■ Problem to work on:
Copy word for word the lines from the start of the records through the line that contains "using static CopyNumber.Tests.Resilience.RunFolders;", both included.
-- Given data follows --
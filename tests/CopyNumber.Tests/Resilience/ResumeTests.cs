using CopyNumber.Runs;
using System.Globalization;
using CopyNumber.Deterministic;
using CopyNumber.Ensembles;
using CopyNumber.Network;
using CopyNumber.Storage;
using CopyNumber.Tests.Cli;
using CopyNumber.Tests.Storage;
using static CopyNumber.Tests.Resilience.RunFolders;

namespace CopyNumber.Tests.Resilience;

/// <summary>
/// An interrupted run resumed with --resume must give, cell for cell, the tables of the same run left
/// uninterrupted: replicate streams depend on (seed, replicate) alone, histograms add exactly, and real
/// moments are combined in one fixed tree over the blocks whichever run finished them.
/// </summary>
public class ResumeTests
{
    private const long Replicates = 1000;
    private const int Seed = 21;

    [Theory]
    [InlineData(1, 5)]
    [InlineData(2, 3)]
    public void A_run_cancelled_through_the_library_and_resumed_equals_the_uninterrupted_run(int threads, int cancelAfterBlocks)
    {
        using var scratch = new ScratchFolder();
        var model = ModelLoader.Load(WriteModel(scratch)).Model!;
        var whole = Folder(scratch, "whole");
        Assert.Equal(StopReason.Finished, Run(model, whole, threads, resume: false, CancellationToken.None).StopReason);

        var resumed = Folder(scratch, "resumed");
        using var cancel = new CancellationTokenSource();
        var partial = Run(model, resumed, threads, resume: false, cancel.Token, block => { if (block + 1 >= cancelAfterBlocks) cancel.Cancel(); });
        Assert.Equal(StopReason.Interrupted, partial.StopReason);
        var manifest = Manifest(resumed);
        Assert.True(manifest.Partial);
        Assert.Equal("interrupted", manifest.ExtraText(ManifestFields.StopReason));
        Assert.InRange(manifest.ReplicatesFinished, 64L * (threads == 1 ? cancelAfterBlocks : 1), Replicates - 1);
        Assert.Equal(0, manifest.ReplicatesFinished % 64);
        Assert.Equal("true", ParquetReadBack.Of(Path.Combine(resumed, RunFiles.Moments)).KeyValues["copynumber.partial"]);
        if (threads == 1) Assert.Equal("0-4", manifest.ExtraText(ManifestFields.FinishedBlocks));

        var outcome = Run(model, resumed, threads, resume: true, CancellationToken.None);
        Assert.Equal(StopReason.Finished, outcome.StopReason);
        Assert.Equal(manifest.ReplicatesFinished, outcome.ReplicatesResumed);
        foreach (var file in ResultFiles.Append(RunFiles.Paths)) AssertSameCells(whole, resumed, file);
        Assert.Equal(Manifest(whole).EventsFired, Manifest(resumed).EventsFired);
        Assert.False(Manifest(resumed).Partial);
        Assert.Empty(Directory.GetFiles(resumed, "*" + AtomicFile.PartialMarker + "*"));
        Assert.False(File.Exists(Path.Combine(resumed, "paths-resumed.parquet")));
    }

    [Fact]
    public void A_resumption_that_is_itself_interrupted_resumes_again_to_the_same_result()
    {
        using var scratch = new ScratchFolder();
        var model = ModelLoader.Load(WriteModel(scratch)).Model!;
        var whole = Folder(scratch, "whole");
        Run(model, whole, 1, resume: false, CancellationToken.None);
        var folder = Folder(scratch, "twice");
        using (var first = new CancellationTokenSource())
            Run(model, folder, 1, resume: false, first.Token, block => { if (block == 2) first.Cancel(); });
        using (var second = new CancellationTokenSource())
            Run(model, folder, 1, resume: true, second.Token, block => { if (block == 9) second.Cancel(); });
        Assert.Equal("0-9", Manifest(folder).ExtraText(ManifestFields.FinishedBlocks));
        Run(model, folder, 2, resume: true, CancellationToken.None);
        foreach (var file in ResultFiles.Append(RunFiles.Paths)) AssertSameCells(whole, folder, file);
    }

    [Fact]
    public void Resume_through_the_command_takes_left_out_options_from_the_manifest_and_refuses_different_ones()
    {
        using var scratch = new ScratchFolder();
        var modelPath = WriteModel(scratch);
        var model = ModelLoader.Load(modelPath).Model!;
        var folder = Folder(scratch, "run");
        using (var cancel = new CancellationTokenSource())
            Run(model, folder, 1, resume: false, cancel.Token, block => { if (block == 1) cancel.Cancel(); });

        var seed = CliRun.Of(["simulate", modelPath, "--until", "5", "--every", "0.5", "--replicates", "1000", "--seed", "22", "--resume", folder]);
        Assert.Equal(2, seed.ExitCode);
        Assert.Contains("--seed: 21 in the stored run, 22 in this command", seed.Error);

        var method = CliRun.Of(["simulate", modelPath, "--until", "5", "--every", "0.5", "--replicates", "1000", "--method", "tau-leap", "--resume", folder]);
        Assert.Equal(2, method.ExitCode);
        Assert.Contains("--method", method.Error);

        var otherModel = WriteModel(scratch, BurstyGene.Replace("dp = 0.5", "dp = 0.4"), "edited.cnet");
        var edited = CliRun.Of(["simulate", otherModel, "--until", "5", "--every", "0.5", "--replicates", "1000", "--resume", folder]);
        Assert.Equal(2, edited.ExitCode);
        Assert.Contains("model", edited.Error);

        var withOut = CliRun.Of(["simulate", modelPath, "--until", "5", "--every", "0.5", "--replicates", "1000", "--resume", folder, "--out", scratch.File("x")]);
        Assert.Equal(2, withOut.ExitCode);
        var missing = CliRun.Of(["simulate", modelPath, "--until", "5", "--every", "0.5", "--replicates", "1000", "--resume", scratch.File("nowhere")]);
        Assert.Equal(2, missing.ExitCode);
        Assert.Contains("does not exist", missing.Error);
        foreach (var run in new[] { seed, method, edited, withOut, missing }) AssertNoStackTrace(run);
        Assert.True(Manifest(folder).Partial);

        // The seed, the method and the paths come from the manifest when left out.
        var resumed = CliRun.Of(["simulate", modelPath, "--until", "5", "--every", "0.5", "--replicates", "1000", "--resume", folder]);
        Assert.Equal(0, resumed.ExitCode);
        Assert.Contains("128 replicates kept, 872 to run", resumed.Error);
        Assert.False(Manifest(folder).Partial);
        var again = CliRun.Of(["simulate", modelPath, "--until", "5", "--every", "0.5", "--replicates", "1000", "--resume", folder]);
        Assert.Equal(0, again.ExitCode);
        Assert.Contains("nothing to resume", again.Error);
        var finishedOther = CliRun.Of(["simulate", modelPath, "--until", "5", "--every", "0.5", "--replicates", "1000", "--seed", "22", "--resume", folder]);
        Assert.Equal(2, finishedOther.ExitCode);
        Assert.Contains("--seed", finishedOther.Error);
    }

    /// <summary>
    /// Issue 10, fault 12: the README promises that options left out take the stored values, yet --until,
    /// --every, --replicates and MODEL were required, and the resume line printed the method argument
    /// ("auto") instead of the method the stored blocks were made with.
    /// </summary>
    [Fact]
    public void Resume_with_only_the_folder_takes_model_and_options_from_the_run_and_prints_its_method()
    {
        using var scratch = new ScratchFolder();
        var model = ModelLoader.Load(WriteModel(scratch)).Model!;
        var whole = Folder(scratch, "whole");
        Run(model, whole, 1, resume: false, CancellationToken.None);
        var folder = Folder(scratch, "run");
        using (var cancel = new CancellationTokenSource())
            Run(model, folder, 1, resume: false, cancel.Token, block => { if (block == 1) cancel.Cancel(); }, methodArgument: "auto");
        File.Delete(model.Path); // the stored model text is what a resumption reads

        var resumed = CliRun.Of(["simulate", "--resume", folder]);
        Assert.Equal(0, resumed.ExitCode);
        AssertNoStackTrace(resumed);
        Assert.Contains("128 replicates kept, 872 to run", resumed.Error);
        Assert.Contains("method direct", resumed.Error);
        Assert.DoesNotContain("method auto", resumed.Error);
        Assert.False(Manifest(folder).Partial);
        foreach (var file in ResultFiles.Append(RunFiles.Paths)) AssertSameCells(whole, folder, file);

        // Without --resume the options are still required, with a message rather than a stack trace.
        var bare = CliRun.Of(["simulate", WriteModel(scratch), "--until", "5", "--every", "0.5"]);
        Assert.Equal(2, bare.ExitCode);
        Assert.Contains("--replicates is required", bare.Error);
        AssertNoStackTrace(bare);
    }

    [Fact]
    public void A_folder_whose_tables_and_manifest_disagree_is_refused()
    {
        using var scratch = new ScratchFolder();
        var modelPath = WriteModel(scratch);
        var model = ModelLoader.Load(modelPath).Model!;
        var a = Folder(scratch, "a");
        var b = Folder(scratch, "b");
        using (var cancel = new CancellationTokenSource())
            Run(model, a, 1, resume: false, cancel.Token, block => { if (block == 1) cancel.Cancel(); });
        using (var cancel = new CancellationTokenSource())
            Run(model, b, 1, resume: false, cancel.Token, block => { if (block == 3) cancel.Cancel(); });
        // As if a resumption had replaced the distributions and then died before its manifest.
        File.Copy(Path.Combine(b, RunFiles.Distributions), Path.Combine(a, RunFiles.Distributions), overwrite: true);
        var run = CliRun.Of(["simulate", modelPath, "--until", "5", "--every", "0.5", "--replicates", "1000", "--resume", a]);
        Assert.Equal(2, run.ExitCode);
        Assert.Contains("distributions.parquet' was changed or damaged after it was written", run.Error);
        AssertNoStackTrace(run);

        // A folder written before checksums existed (no "files" in its manifest) is still checked for blocks.
        var manifest = System.Text.Json.Nodes.JsonNode.Parse(File.ReadAllText(Path.Combine(a, RunFiles.Manifest)))!.AsObject();
        Assert.True(manifest.Remove(ManifestFields.Files));
        File.WriteAllText(Path.Combine(a, RunFiles.Manifest), manifest.ToJsonString());
        var old = CliRun.Of(["simulate", modelPath, "--until", "5", "--every", "0.5", "--replicates", "1000", "--resume", a]);
        Assert.Equal(2, old.ExitCode);
        Assert.Contains("holds blocks 0-3 but the manifest", old.Error);
        AssertNoStackTrace(old);
    }

    private static string Folder(ScratchFolder scratch, string name)
    {
        var folder = scratch.File(name);
        Directory.CreateDirectory(folder);
        return folder;
    }

    /// <summary>The run every test here uses: 1000 replicates of the bursty gene, seed 21, paths of the first 100.</summary>
    internal static SimulationOutcome Run(LoadedModel model, string folder, int threads, bool resume, CancellationToken cancel, Action<long>? blockFinished = null, string methodArgument = "direct")
    {
        var specification = new RunSpecification
        {
            Model = model,
            Grid = new TimeGrid(5, 0.5),
            Replicates = Replicates,
            Seed = Seed,
            MethodRequested = methodArgument,
            PathReplicates = 100,
            Threads = threads,
        };
        // The direct method whatever was asked for, so that the stored settings, not the method, differ between tests.
        var plan = RunPlan.Make(specification with { MethodRequested = "direct" }) with { Specification = specification };
        var request = new SimulationRequest(plan, folder) { Resume = resume };
        return SimulationRun.Execute(request, new EnsembleMonitor { BlockFinished = blockFinished }, cancel);
    }
}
-- Given data concluded --
■ Answer below:
filename tests/CopyNumber.Tests/Resilience/ResumeTests.cs
using CopyNumber.Runs;
using System.Globalization;
using CopyNumber.Deterministic;
using CopyNumber.Ensembles;
using CopyNumber.Network;
using CopyNumber.Storage;
using CopyNumber.Tests.Cli;
using CopyNumber.Tests.Storage;
using static CopyNumber.Tests.Resilience.RunFolders;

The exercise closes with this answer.